To address this challenge, Airbnb has developed the Dataportal, an internal data tool that helps with data discovery and decision-making and that runs on Neo4j. It’s designed to capture the company’s collective tribal knowledge.

As data accumulates, so do the challenges around the volume and complexity of the data. One example of where this data accumulates is in Airbnb’s Hive data warehouse. Airbnb has more than 200,000 tables in Hive spread across multiple clusters.

Each day the data starts off in Hive. Airbnb’s data engineers use Airflow to push it to Python. The data is eventually pushed to Neo4j by the Neo4j driver. The graph database is live, and every day they push updates from Hive into the graph database.

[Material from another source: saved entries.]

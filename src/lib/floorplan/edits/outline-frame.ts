import { boundsOf } from '#lib/geometry/index.ts';
import { onGridUm, type OutlineUm } from '../primitives.ts';

/** The rectangle around an outline, by its lower left corner and its size, um. */
export interface OutlineFrame {
	readonly xUm: number;
	readonly yUm: number;
	readonly widthUm: number;
	readonly heightUm: number;
}

export function frameOf(outline: OutlineUm): OutlineFrame {
	const { minX, minY, maxX, maxY } = boundsOf(outline);
	return {
		xUm: minX,
		yUm: minY,
		widthUm: onGridUm(maxX - minX),
		heightUm: onGridUm(maxY - minY)
	};
}

/**
 * The outline moved and stretched into another frame, corners on the nanometre grid. What is left
 * out of the frame stays; widths and heights must be greater than 0.
 */
export function withFrame(outline: OutlineUm, frame: Partial<OutlineFrame>): OutlineUm {
	const before = frameOf(outline);
	const after = { ...before, ...frame };
	const scaleX = after.widthUm / before.widthUm;
	const scaleY = after.heightUm / before.heightUm;
	return outline.map(([x, y]) => [
		onGridUm(after.xUm + (x - before.xUm) * scaleX),
		onGridUm(after.yUm + (y - before.yUm) * scaleY)
	]);
}
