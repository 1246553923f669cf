import type { Handle } from './db/client.ts';
import { auditEvents } from './db/schema/index.ts';

/** Who acts, for the audit trail and for permissions. */
export interface Actor {
	readonly userId: string;
	readonly teamId: string;
	readonly isTeamAdmin: boolean;
	readonly name: string;
	readonly requestId: string;
}

export interface AuditEntry {
	readonly teamId: string | null;
	readonly userId: string | null;
	readonly requestId: string;
	/** What was done, as `object.verb`. */
	readonly action: string;
	readonly objectKind:
		'user' | 'team' | 'project' | 'floorplan' | 'job' | 'result' | 'revision' | 'thread';
	readonly objectId: string;
	readonly outcome?: 'done' | 'refused';
	readonly detail?: Record<string, unknown>;
}

/** Writes the audit trail; within the transaction of the act itself where there is one. */
export async function audit(db: Handle, entry: AuditEntry): Promise<void> {
	await db.insert(auditEvents).values({ outcome: 'done', ...entry });
}
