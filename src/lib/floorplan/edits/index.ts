export type { Edit, Item, Operation, Property } from './operation.ts';
export { editSchema, operationSchema, partsTouched, PROPERTIES } from './operation.ts';
export type { ApplyResult, Conflict } from './apply.ts';
export { applyOperations } from './apply.ts';
export type { EditDraft, ItemReference, PlacedList } from './actions.ts';
export {
	addItems,
	changeEach,
	changeField,
	describeItems,
	duplicateItems,
	findItem,
	freeId,
	isPlaced,
	moveItems,
	PLACED_LISTS,
	removeItems,
	setProperty
} from './actions.ts';
export { operationsBetween } from './difference.ts';
export type { Referrer } from './references.ts';
export { referrersOf } from './references.ts';
export type { OutlineFrame } from './outline-frame.ts';
export { frameOf, withFrame } from './outline-frame.ts';
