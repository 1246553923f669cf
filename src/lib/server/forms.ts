import type { RequestEvent } from '@sveltejs/kit';
import { sessionCookie, sessionCookieName } from './auth/session.ts';
import { config } from './config.ts';
import { asProblem } from './hooks/problems.ts';
import type { Problem } from './problem.ts';
import type { Caller } from './services/accounts.ts';

function isSecure(): boolean {
	return config().ORIGIN.startsWith('https:');
}

/** Where a form was sent from. */
export function caller(event: RequestEvent): Caller {
	return {
		address: event.getClientAddress(),
		userAgent: event.request.headers.get('user-agent') ?? '',
		requestId: event.locals.requestId
	};
}

/** Gives the browser the cookie of a session that has begun. */
export function beginCookie(event: RequestEvent, token: string): void {
	const { name, value, options } = sessionCookie(token, isSecure());
	event.cookies.set(name, value, options);
}

export function endCookie(event: RequestEvent): void {
	event.cookies.delete(sessionCookieName(isSecure()), { path: '/' });
}

/** The problem to show in the form; whatever nobody expected is thrown on. */
export function problemOf(error: unknown): Problem {
	const problem = asProblem(error);
	if (!problem) throw error;
	return problem;
}
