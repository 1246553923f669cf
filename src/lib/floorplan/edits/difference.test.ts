import fc from 'fast-check';
import { describe, expect, it } from 'vitest';
import { hashFloorplan, type Floorplan } from '#lib/floorplan/index.ts';
import { makeDemoFloorplan } from '#lib/demo/index.ts';
import { applyOperations } from './apply.ts';
import { operationsBetween } from './difference.ts';

const plan = makeDemoFloorplan(7, 4);

/** The plan with some of its regulators and blocks, in some order, some of them changed. */
const variants: fc.Arbitrary<Floorplan> = fc
	.record({
		regulators: fc.shuffledSubarray(plan.regulators.slice(0, 12)),
		offsets: fc.array(fc.integer({ min: -5, max: 5 }), { minLength: 12, maxLength: 12 }),
		name: fc.option(fc.constantFrom('One', 'Other'), { nil: undefined }),
		blocks: fc.subarray(plan.blocks.slice(0, 6))
	})
	.map(({ regulators, offsets, name, blocks }) => {
		const { name: _name, ...rest } = plan;
		return {
			...rest,
			...(name === undefined ? {} : { name }),
			regulators: regulators.map((unit, index) => ({ ...unit, offsetV: offsets[index] / 1000 })),
			blocks
		};
	});

describe('operationsBetween', () => {
	it('lead from one document to the other, order of the lists included', () => {
		fc.assert(
			fc.property(variants, variants, (from, to) => {
				const applied = applyOperations(from, operationsBetween(from, to));
				expect(applied.status).toBe('applied');
				if (applied.status !== 'applied') return;
				expect(hashFloorplan(applied.floorplan)).toBe(hashFloorplan(to));
				const back = applyOperations(applied.floorplan, applied.inverse);
				expect(back.status === 'applied' && hashFloorplan(back.floorplan)).toBe(
					hashFloorplan(from)
				);
			}),
			{ numRuns: 60 }
		);
	});

	it('are none between a document and itself', () => {
		expect(operationsBetween(plan, plan)).toEqual([]);
	});

	it('name only the field that differs', () => {
		const [first, ...rest] = plan.regulators;
		const moved = { ...plan, regulators: [{ ...first, xUm: first.xUm + 5 }, ...rest] };
		expect(operationsBetween(plan, moved)).toEqual([
			{
				op: 'change',
				list: 'regulators',
				id: first.id,
				field: 'xUm',
				from: first.xUm,
				to: first.xUm + 5
			}
		]);
	});
});
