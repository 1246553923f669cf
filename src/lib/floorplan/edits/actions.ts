import { jsonEquals } from '../canonical.ts';
import { onGridUm, type OutlineUm } from '../primitives.ts';
import type { Floorplan, ItemList, ItemOf } from '../document.ts';
import type { Edit, Item, Operation, Property } from './operation.ts';

/** An item of a document by its list and id. */
export interface ItemReference {
	readonly list: ItemList;
	readonly id: string;
}

/** What an action of a person does, before it gets its identity. */
export type EditDraft = Pick<Edit, 'label' | 'operations'>;

/** Lists whose items stand somewhere and can be moved. */
export const PLACED_LISTS = ['regulators', 'feeds', 'blocks', 'keepouts'] as const;
export type PlacedList = (typeof PLACED_LISTS)[number];

const SINGULAR: Record<ItemList, string> = {
	layers: 'layer',
	vias: 'via rule',
	nets: 'net',
	straps: 'strap pattern',
	feeds: 'bump',
	cells: 'cell',
	regulators: 'regulator',
	blocks: 'block',
	keepouts: 'keep-out',
	modes: 'mode',
	corners: 'corner'
};

/** "regulator R1", "3 regulators" or "4 items". */
export function describeItems(references: readonly ItemReference[]): string {
	const lists = new Set(references.map(({ list }) => list));
	if (lists.size !== 1) return `${references.length} items`;
	const word = SINGULAR[references[0].list];
	return references.length === 1 ? `${word} ${references[0].id}` : `${references.length} ${word}s`;
}

export function isPlaced(list: ItemList): list is PlacedList {
	return (PLACED_LISTS as readonly ItemList[]).includes(list);
}

/** Finds an item; undefined when it is gone. */
export function findItem<L extends ItemList>(
	floorplan: Floorplan,
	list: L,
	id: string
): ItemOf<L> | undefined {
	return (floorplan[list] as ItemOf<L>[]).find((item) => item.id === id);
}

function addUm(um: number, distanceUm: number): number {
	return onGridUm(um + distanceUm);
}

function moveOutline(outline: OutlineUm, dxUm: number, dyUm: number): OutlineUm {
	return outline.map(([x, y]) => [addUm(x, dxUm), addUm(y, dyUm)]);
}

function change(list: ItemList, id: string, field: string, from: unknown, to: unknown): Operation {
	return { op: 'change', list, id, field, from, to } as Operation;
}

/** Moves placed items by a distance, um; other items and fixed regulators stay where they are. */
export function moveItems(
	floorplan: Floorplan,
	references: readonly ItemReference[],
	dxUm: number,
	dyUm: number
): EditDraft {
	const moved: ItemReference[] = [];
	const operations = references.flatMap(({ list, id }): Operation[] => {
		if (list === 'regulators' || list === 'feeds') {
			const item = findItem(floorplan, list, id);
			if (!item || ('fixed' in item && item.fixed)) return [];
			moved.push({ list, id });
			return [
				...(dxUm === 0 ? [] : [change(list, id, 'xUm', item.xUm, addUm(item.xUm, dxUm))]),
				...(dyUm === 0 ? [] : [change(list, id, 'yUm', item.yUm, addUm(item.yUm, dyUm))])
			];
		}
		if (list === 'blocks' || list === 'keepouts') {
			const item = findItem(floorplan, list, id);
			if (!item || (dxUm === 0 && dyUm === 0)) return [];
			moved.push({ list, id });
			return [change(list, id, 'outline', item.outline, moveOutline(item.outline, dxUm, dyUm))];
		}
		return [];
	});
	return { label: `Move ${describeItems(moved)}`, operations };
}

/** Adds items at the end of their list. */
export function addItems<L extends ItemList>(
	floorplan: Floorplan,
	list: L,
	items: readonly ItemOf<L>[]
): EditDraft {
	const index = floorplan[list].length;
	return {
		label: `Add ${describeItems(items.map(({ id }) => ({ list, id })))}`,
		operations: items.map((item, k) => ({
			op: 'insert',
			list,
			index: index + k,
			item: item as Item
		}))
	};
}

/** Removes items; fixed regulators stay. */
export function removeItems(floorplan: Floorplan, references: readonly ItemReference[]): EditDraft {
	const removed: (ItemReference & { index: number; item: Item })[] = [];
	for (const { list, id } of references) {
		const index = floorplan[list].findIndex((item) => item.id === id);
		if (index === -1) continue;
		const item = floorplan[list][index];
		if (list === 'regulators' && 'fixed' in item && item.fixed) continue;
		removed.push({ list, id, index, item: item as Item });
	}
	// Highest index first, so that each index holds when its turn comes, and when it is undone.
	removed.sort((a, b) => b.index - a.index);
	return {
		label: `Delete ${describeItems(removed)}`,
		operations: removed.map(({ list, index, item }) => ({ op: 'remove', list, index, item }))
	};
}

/** Sets one field of several items of a list; items that have the value already are left out. */
export function changeField<L extends ItemList>(
	floorplan: Floorplan,
	list: L,
	ids: readonly string[],
	field: string,
	to: unknown
): EditDraft {
	return changeEach(floorplan, list, ids, field, () => to);
}

/** Sets one field of several items of a list, of each to a value made from the item as it is. */
export function changeEach<L extends ItemList>(
	floorplan: Floorplan,
	list: L,
	ids: readonly string[],
	field: string,
	valueFor: (item: ItemOf<L>) => unknown
): EditDraft {
	return {
		label: `Change ${field} of ${describeItems(ids.map((id) => ({ list, id })))}`,
		operations: ids.flatMap((id) => {
			const item = findItem(floorplan, list, id);
			if (!item) return [];
			const from: unknown = Reflect.get(item, field);
			const to = valueFor(item);
			return jsonEquals(from, to) ? [] : [change(list, id, field, from, to)];
		})
	};
}

/** Replaces a property of the document. */
export function setProperty(floorplan: Floorplan, property: Property, to: unknown): EditDraft {
	return {
		label: `Change ${property}`,
		operations: [{ op: 'set', property, from: floorplan[property], to } as Operation]
	};
}

/** An id that none of the taken ones is: the stem with the next free number. */
export function freeId(taken: ReadonlySet<string>, id: string): string {
	if (!taken.has(id)) return id;
	const stem = id.replace(/_\d+$/, '').slice(0, 56);
	let number = 2;
	while (taken.has(`${stem}_${number}`)) number++;
	return `${stem}_${number}`;
}

/** Copies of placed items, moved by a distance, um, with ids of their own. */
export function duplicateItems(
	floorplan: Floorplan,
	references: readonly ItemReference[],
	dxUm: number,
	dyUm: number
): EditDraft & { copies: ItemReference[] } {
	const copies: ItemReference[] = [];
	const operations: Operation[] = [];
	for (const list of PLACED_LISTS) {
		const taken = new Set(floorplan[list].map(({ id }) => id));
		let index = floorplan[list].length;
		for (const reference of references) {
			const item = reference.list === list && findItem(floorplan, list, reference.id);
			if (!item) continue;
			const id = freeId(taken, item.id);
			taken.add(id);
			const placed =
				'outline' in item
					? { ...item, id, outline: moveOutline(item.outline, dxUm, dyUm) }
					: { ...item, id, xUm: addUm(item.xUm, dxUm), yUm: addUm(item.yUm, dyUm) };
			operations.push({ op: 'insert', list, index: index++, item: placed as Item });
			copies.push({ list, id });
		}
	}
	return { label: `Duplicate ${describeItems(copies)}`, operations, copies };
}
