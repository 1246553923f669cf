import pino from 'pino';

/** The code of an error or of what caused it; empty where there is none. */
export function codeOf(error: unknown): string {
	if (typeof error !== 'object' || error === null) return '';
	if ('code' in error && typeof error.code === 'string') return error.code;
	return 'cause' in error ? codeOf(error.cause) : '';
}

/**
 * What of an error may be logged. The text of a failed query names the values that were to be
 * stored, hashes and addresses among them: its cause says what is wrong without them.
 */
export function loggable(error: unknown): Record<string, unknown> {
	if (!(error instanceof Error)) return { message: String(error) };
	const cause = error.cause instanceof Error ? error.cause : error;
	return { name: cause.name, code: codeOf(error), message: cause.message, stack: cause.stack };
}

/** One JSON line per entry. Nothing secret is logged: no passwords, tokens, cookies or addresses. */
export const log = pino({
	level: process.env.LOG_LEVEL ?? 'info',
	base: null,
	serializers: { error: loggable }
});
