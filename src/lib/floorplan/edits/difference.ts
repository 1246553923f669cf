import { jsonEquals } from '../canonical.ts';
import { ITEM_LISTS, type Floorplan, type ItemList } from '../document.ts';
import { PROPERTIES, type Item, type Operation } from './operation.ts';

function fieldsBetween(list: ItemList, from: Item, to: Item): Operation[] {
	const fields = new Set([...Object.keys(from), ...Object.keys(to)]);
	return [...fields]
		.filter((field) => !jsonEquals(from[field], to[field]))
		.map((field) => ({
			op: 'change',
			list,
			id: from.id,
			field,
			...(from[field] === undefined ? {} : { from: from[field] }),
			...(to[field] === undefined ? {} : { to: to[field] })
		}));
}

/**
 * Ids of a list that both sides have, in an order that both sides have them in: what stands
 * elsewhere has to be taken out and put in again. Longest increasing run by patience sorting
 * (Fredman, "On computing the length of longest increasing subsequences", 1975).
 */
function steadyIds(from: readonly Item[], to: readonly Item[]): Set<string> {
	const placeIn = new Map(to.map(({ id }, index) => [id, index]));
	const shared = from.filter(({ id }) => placeIn.has(id));
	const places = shared.map(({ id }) => placeIn.get(id) ?? 0);
	/** Of each length, the member that ends the run of that length with the smallest place. */
	const ends: number[] = [];
	const before = new Int32Array(places.length).fill(-1);
	places.forEach((place, member) => {
		let low = 0;
		let high = ends.length;
		while (low < high) {
			const middle = (low + high) >> 1;
			if (places[ends[middle]] < place) low = middle + 1;
			else high = middle;
		}
		if (low > 0) before[member] = ends[low - 1];
		ends[low] = member;
	});
	const steady = new Set<string>();
	for (let member = ends.at(-1) ?? -1; member !== -1; member = before[member]) {
		steady.add(shared[member].id);
	}
	return steady;
}

function listBetween(list: ItemList, from: readonly Item[], to: readonly Item[]): Operation[] {
	const steady = steadyIds(from, to);
	const present = new Map(from.map((item) => [item.id, item]));
	const removed = from
		.flatMap((item, index): Operation[] =>
			steady.has(item.id) ? [] : [{ op: 'remove', list, index, item }]
		)
		// Highest first, so that each index holds when its turn comes.
		.reverse();
	const inserted = to.flatMap((item, index): Operation[] =>
		steady.has(item.id) ? [] : [{ op: 'insert', list, index, item }]
	);
	const changed = to.flatMap((item) => {
		const before = steady.has(item.id) ? present.get(item.id) : undefined;
		return before ? fieldsBetween(list, before, item) : [];
	});
	return [...removed, ...inserted, ...changed];
}

/** The operations that make one document into another, to the last field and the order of its lists. */
export function operationsBetween(from: Floorplan, to: Floorplan): Operation[] {
	const set = PROPERTIES.filter((property) => !jsonEquals(from[property], to[property])).map(
		(property): Operation => ({
			op: 'set',
			property,
			...(from[property] === undefined ? {} : { from: from[property] }),
			...(to[property] === undefined ? {} : { to: to[property] })
		})
	);
	const lists = ITEM_LISTS.flatMap((list) =>
		listBetween(list, from[list] as readonly Item[], to[list] as readonly Item[])
	);
	return [...set, ...lists];
}
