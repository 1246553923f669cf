import type { ProblemDocument } from '#lib/contracts/index.ts';

/** Kinds of expected failure, with what each is to the person and to HTTP. */
const KINDS = {
	'not-signed-in': { status: 401, title: 'Sign in first' },
	forbidden: { status: 403, title: 'Your role does not allow this' },
	'not-found': { status: 404, title: 'There is no such thing here' },
	conflict: { status: 409, title: 'Somebody else was faster' },
	blocked: { status: 409, title: 'Something stands against it' },
	'too-large': { status: 413, title: 'Too large' },
	invalid: { status: 422, title: 'Something in the request is not right' },
	'too-many': { status: 429, title: 'Too many at once' },
	unavailable: { status: 503, title: 'Not available at the moment' }
} as const;

export type ProblemKind = keyof typeof KINDS;

interface ProblemOptions {
	readonly errors?: readonly { readonly path: string; readonly message: string }[];
	/** Further members of the problem document. */
	readonly members?: Readonly<Record<string, unknown>>;
	/** Seconds after which trying again makes sense. */
	readonly retryAfterSeconds?: number;
}

/** An expected failure of a service: what it is, and a sentence for the person who caused it. */
export class Problem extends Error {
	override readonly name = 'Problem';
	readonly kind: ProblemKind;
	readonly options: ProblemOptions;

	constructor(kind: ProblemKind, detail: string, options: ProblemOptions = {}) {
		super(detail);
		this.kind = kind;
		this.options = options;
	}

	get status(): number {
		return KINDS[this.kind].status;
	}
}

/** A problem as RFC 9457 writes it. */
export function problemDocument(problem: Problem, requestId: string): ProblemDocument {
	const { status, title } = KINDS[problem.kind];
	return {
		type: `/problems/${problem.kind}`,
		title,
		status,
		detail: problem.message,
		instance: requestId,
		...(problem.options.errors ? { errors: [...problem.options.errors] } : {}),
		...problem.options.members
	};
}

export function problemResponse(problem: Problem, requestId: string): Response {
	const headers = new Headers({ 'content-type': 'application/problem+json' });
	if (problem.options.retryAfterSeconds !== undefined) {
		headers.set('retry-after', String(Math.ceil(problem.options.retryAfterSeconds)));
	}
	return new Response(JSON.stringify(problemDocument(problem, requestId)), {
		status: problem.status,
		headers
	});
}
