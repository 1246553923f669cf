import type { Operation } from './operation.ts';

function invertOne(operation: Operation): Operation {
	switch (operation.op) {
		case 'insert':
			return { ...operation, op: 'remove' };
		case 'remove':
			return { ...operation, op: 'insert' };
		case 'change':
		case 'set':
			return { ...operation, from: operation.to, to: operation.from };
	}
}

/** Operations that undo the given ones: each inverted, in reverse order. */
export function invertOperations(operations: readonly Operation[]): Operation[] {
	return operations.map(invertOne).reverse();
}
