import type { Floorplan, ItemList } from '../document.ts';
import type { Problem } from '../problems.ts';
import { describeItems, type ItemReference } from './actions.ts';

/** An item or the limits that name another item. */
export interface Referrer {
	/** Null stands for the limits' overrides. */
	readonly from: ItemReference | null;
	readonly to: ItemReference;
}

/** How many referrers a message names before it counts the rest. */
const MOST_NAMED = 5;

/** Every reference of a document from one item to another. */
function* referencesOf(floorplan: Floorplan): Generator<Referrer> {
	const { vias, straps, feeds, regulators, blocks, keepouts, modes, limits } = floorplan;
	const link = (list: ItemList, id: string, toList: ItemList, toId: string): Referrer => ({
		from: { list, id },
		to: { list: toList, id: toId }
	});
	for (const { id, lower, upper } of vias) {
		yield link('vias', id, 'layers', lower);
		yield link('vias', id, 'layers', upper);
	}
	for (const { id, net, layer } of straps) {
		yield link('straps', id, 'nets', net);
		yield link('straps', id, 'layers', layer);
	}
	for (const { id, net, layer } of feeds) {
		yield link('feeds', id, 'nets', net);
		if (layer !== undefined) yield link('feeds', id, 'layers', layer);
	}
	for (const { id, cell, input, output } of regulators) {
		yield link('regulators', id, 'cells', cell);
		yield link('regulators', id, 'nets', output);
		if (input !== null) yield link('regulators', id, 'nets', input);
	}
	for (const { id, net, amps } of blocks) {
		yield link('blocks', id, 'nets', net);
		for (const mode of Object.keys(amps)) yield link('blocks', id, 'modes', mode);
	}
	for (const { id, layers } of keepouts) {
		for (const layer of layers ?? []) yield link('keepouts', id, 'layers', layer);
	}
	for (const { id, inputVolts } of modes) {
		for (const net of Object.keys(inputVolts ?? {})) yield link('modes', id, 'nets', net);
	}
	for (const id of Object.keys(limits.overrides?.nets ?? {})) {
		yield { from: null, to: { list: 'nets', id } };
	}
	for (const id of Object.keys(limits.overrides?.blocks ?? {})) {
		yield { from: null, to: { list: 'blocks', id } };
	}
}

/** Who names the given items, each once; items that are themselves among the given do not count. */
export function referrersOf(
	floorplan: Floorplan,
	references: readonly ItemReference[]
): Referrer[] {
	const key = ({ list, id }: ItemReference) => `${list} ${id}`;
	const given = new Set(references.map(key));
	const found = new Map<string, Referrer>();
	for (const referrer of referencesOf(floorplan)) {
		const { from, to } = referrer;
		if (!given.has(key(to)) || (from && given.has(key(from)))) continue;
		found.set(`${key(to)} ${from ? key(from) : ''}`, referrer);
	}
	return [...found.values()];
}

/** A problem for each of the items that something still names, which says what. */
export function referenceProblems(
	floorplan: Floorplan,
	removed: readonly ItemReference[]
): Problem[] {
	const byItem = new Map<string, Referrer[]>();
	for (const referrer of referrersOf(floorplan, removed)) {
		const path = `${referrer.to.list} (${referrer.to.id})`;
		byItem.set(path, [...(byItem.get(path) ?? []), referrer]);
	}
	return [...byItem].map(([path, referrers]) => {
		const names = referrers
			.slice(0, MOST_NAMED)
			.map(({ from }) => (from ? describeItems([from]) : 'the limits'));
		const rest = referrers.length - names.length;
		if (rest > 0) names.push(`${rest} more`);
		return {
			path,
			message: `is used by ${names.join(', ')} (expected to change or remove what uses it first)`
		};
	});
}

Why did Airbnb choose Neo4j? There are multiple reasons. Neo4j captures the relevancy of relationships between people and data resources, helping guide people to the data they need and want. On a technical level, it integrates well with Python and Elasticsearch.

Airbnb’s Dataportal UI is designed to help users, the ultimate holders of tribal knowledge, find the resources they need quickly.

Full presentation: Democratizing data at Airbnb

What we will be talking about today is how Airbnb uses Neo4j’s
graph database to manage the many data points that accumulate in our Hive data warehouse.

What is the Dataportal?

John Bodley: Airbnb is an online marketplace that connects people to unique travel experiences. We both work in an internal data tools team where our job is to help ensure that Airbnb makes data-informed business decisions.

The Dataportal is an internal data tool that we’re developing to help with data discovery and decision-making at Airbnb. We are going to describe how we modelled and engineered this solution, centered around Neo4j.

Addressing the problem of tribal knowledge

The problem that the Dataportal project attempts to address is the proliferation of tribal knowledge. Relying on tribal knowledge often stifles productivity. As Airbnb grows, so do the challenges around the volume, the complexity and the obscurity of data. In a large and complex organization with a sea of data resources, users often struggle to find the right data.

We run an employee survey and consistently score really poorly on the question, “The information I need to do my job is easy to find.”

Data is often siloed, inaccessible and lacks context. I’m a recovering data scientist who wants to democratize data and provide context wherever possible.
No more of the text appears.